# History of Look



## booth1234

I have been searching for some history on Look and unfortunately have come up with nothing (nothing really on their website that I can see). I am considering buying 595 but want to learn as much about the company before I buy. 

If someone could point me to a website or maybe some of you more knowledgeable members could post some information I would be most obliged 

Thanks for any help

Ryan


----------



## Mapei

Others will probably correct me, but I remember Look as being the same company that helped invent the modern quick-release ski binding. They then turned their attention to bicycle pedals, and then to other bicycle components, including frames. They are a long-established company. They have a history of innovation.


----------



## chas

booth1234 said:


> I have been searching for some history on Look and unfortunately have come up with nothing (nothing really on their website that I can see). I am considering buying 595 but want to learn as much about the company before I buy.
> 
> If someone could point me to a website or maybe some of you more knowledgeable members could post some information I would be most obliged
> 
> Thanks for any help
> 
> Ryan



Hi Ryan,

Here's a link to our info page: http://www.lookcycle.com/infos/?lang=en

If you have any specific questions, just let me know and I'll do my best to answer them :thumbsup: .

*[email protected]*


----------



## Dave Hickey

What he said...and they started making carbon bikes around 1986...Greg Lemond and Bernard Hinault used carbon tubed/aluminum lugged LOOKs in the 1986 Tour De France mountain stages..


----------



## booth1234

Thanks guys!! 

I am looking for their "history of innovation", their racing history and how they started and progressed as a company.

Chas,

This is a great link for what they are doing and the immediate past but I am having a hard time finding anything beyond that. I am trying to dig a little deeper. Or maybe I am looking in the wrong place.:mad2: 

I really don't have specific questions because I know so little  

Any Information that you feel would help, I would be very much happy to hear.

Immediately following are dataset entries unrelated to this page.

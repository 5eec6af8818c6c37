"""Forwarding beside a live run: ``stationcheck forward`` in a child process, so its database
work never takes the frame loop's interpreter lock; its status comes back as JSON lines."""

from __future__ import annotations

import json
import logging
import subprocess
import sys
import threading
from pathlib import Path
from typing import IO

from stationcheck.plant.forwarder import ForwardStatus

logger = logging.getLogger(__name__)

STOP_TIMEOUT_S = 10.0
LAG_WARNING_S = 60.0


class ForwardChild:
    """The forwarder process of a running station; :meth:`stop` ends it."""

    def __init__(
        self, config: Path, url: str, log: Path | None = None, password_file: Path | None = None
    ) -> None:
        command = [
            sys.executable,
            "-m",
            "stationcheck",
            "forward",
            "--config",
            str(config),
            "--to",
            url,
            "--status-json",
        ]
        if log is not None:
            command += ["--log", str(log)]
        if password_file is not None:
            command += ["--password-file", str(password_file)]
        self._process = subprocess.Popen(command, stdout=subprocess.PIPE, text=True)
        self._status: ForwardStatus | None = None
        self._lock = threading.Lock()
        self._warned = False
        assert self._process.stdout is not None
        self._reader = threading.Thread(
            target=self._read, args=(self._process.stdout,), daemon=True, name="forward-status"
        )
        self._reader.start()

    @property
    def pid(self) -> int:
        return self._process.pid

    @property
    def status(self) -> ForwardStatus | None:
        with self._lock:
            return self._status

    def _read(self, stream: IO[str]) -> None:
        for line in stream:
            try:
                status = ForwardStatus(**json.loads(line))
            except (ValueError, TypeError):
                logger.warning("forwarder said: %s", line.strip())
                continue
            with self._lock:
                self._status = status
            if status.lag_s > LAG_WARNING_S and not self._warned:
                logger.warning("%s", status.line())
            self._warned = status.lag_s > LAG_WARNING_S

    def stop(self) -> int | None:
        """End the child (SIGTERM, then SIGKILL after a grace time); its exit code."""
        if self._process.poll() is None:
            self._process.terminate()
            try:
                self._process.wait(STOP_TIMEOUT_S)
            except subprocess.TimeoutExpired:
                self._process.kill()
                self._process.wait()
        self._reader.join(1.0)
        if self._process.stdout is not None:
            self._process.stdout.close()
        return self._process.returncode

    def line(self) -> str:
        status = self.status
        code = self._process.poll()
        ended = f" (forwarder ended with exit code {code})" if code not in (None, 0, -15) else ""
        return (status.line() if status is not None else "forwarding: no status yet") + ended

Again thanks for all the help and your time!!!

Ryan


----------



## Dave Hickey

Ryan, all of the below teams used LOOK frames at one time

La Vie Clarie- they were the first to ride LOOK frames. 
ONCE
Credit Agricol(spelling)
BigMat
CSC

Bernard Hinault, Greg Lemond, Laurent Jalabert were all top riders


----------



## samh

*old look frames*



Dave Hickey said:


> What he said...and they started making carbon bikes around 1986...Greg Lemond and Bernard Hinault used carbon tubed/aluminum lugged LOOKs in the 1986 Tour De France mountain stages..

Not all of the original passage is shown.